White-light view of table with projection

The multi-Blob tracker was a repurposing of Python code used for many touch table applications, based on Markus Gritsch’s VideoCapture python module (http://videocapture.sourceforge.net/). The vision algorithm starts with capturing a base frame and then subtracting each subsequent frame from it to find what moved on the table. In this difference frame we define a Region of Interest and look for candidate blobs.  These candidate blobs are flooded and culled to remove too small blobs generated by noise in the camera signal. Each real blob is measured and these measures are written to a file. Then this process is repeated for the next frame.
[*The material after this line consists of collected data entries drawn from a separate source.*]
import type { EntityManager } from 'typeorm';

/** A lab's report prefix: up to three letters of its name, e.g. "Calder Analytical" → CAL. */
export function prefixCandidate(labName: string): string {
  const letters = labName
    .normalize('NFD')
    .replace(/[^A-Za-z]/g, '')
    .toUpperCase();
  return (letters + 'XX').slice(0, Math.max(2, Math.min(3, letters.length)));
}

/**
 * The lab's prefix, allocated on first use and then fixed (renaming the lab does not renumber its
 * reports). Prefixes are unique across labs, so a digit is appended when the letters are taken.
 */
export async function reportPrefix(manager: EntityManager, labId: string, labName: string): Promise<string> {
  const base = prefixCandidate(labName);
  for (let attempt = 0; attempt < 1000; attempt++) {
    const existing: Array<{ prefix: string }> = await manager.query('SELECT prefix FROM report_numbering WHERE lab_id = $1', [labId]);
    if (existing.length) return existing[0].prefix;
    const candidate = attempt === 0 ? base : `${base}${attempt + 1}`;
    await manager.query('INSERT INTO report_numbering (lab_id, prefix) VALUES ($1, $2) ON CONFLICT DO NOTHING', [labId, candidate]);
  }
  throw new Error(`No free report prefix for lab ${labId} starting ${base}.`);
}

/**
 * The next report number for the lab in the year of issue, like CAL-2026-000123. The counter row
 * stays locked until the issuing transaction ends, so a rolled-back issuance leaves no gap and
 * concurrent issuances queue instead of colliding.
 */
export async function nextReportNumber(manager: EntityManager, lab: { id: string; name: string }, issuedAt: Date): Promise<string> {
  const prefix = await reportPrefix(manager, lab.id, lab.name);
  const year = issuedAt.getUTCFullYear();
  const rows: Array<{ last_value: number }> = await manager.query(
    `INSERT INTO report_number_sequence (lab_id, year, last_value) VALUES ($1, $2, 1)
     ON CONFLICT (lab_id, year) DO UPDATE SET last_value = report_number_sequence.last_value + 1
     RETURNING last_value`,
    [lab.id, year],
  );
  return `${prefix}-${year}-${String(rows[0].last_value).padStart(6, '0')}`;
}

/** The number of revision `revision` of a report first issued as `baseNumber`. */
export function revisionNumber(baseNumber: string, revision: number): string {
  return revision === 0 ? baseNumber : `${baseNumber}-R${revision}`;
}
We decided on full HD 1920 by 1080PDLPprojectors because of the high visual quality of theDLPimage, the fact that there are many competing projectors in this market segment which keeps the price down, and the relatively high resolution.

We built a crude but effective prototyping area in INVIVIA’s recently renovated top floor space by supporting a 16ft, 2by12” board between the top of the AC control room and a 10ft ladder mounted on tables. This allowed us to quickly build projector housings out of MDF with a bandsaw and drywall screws and attach them to the board with drywall screws and eventually with sliding supports for fine position adjustments.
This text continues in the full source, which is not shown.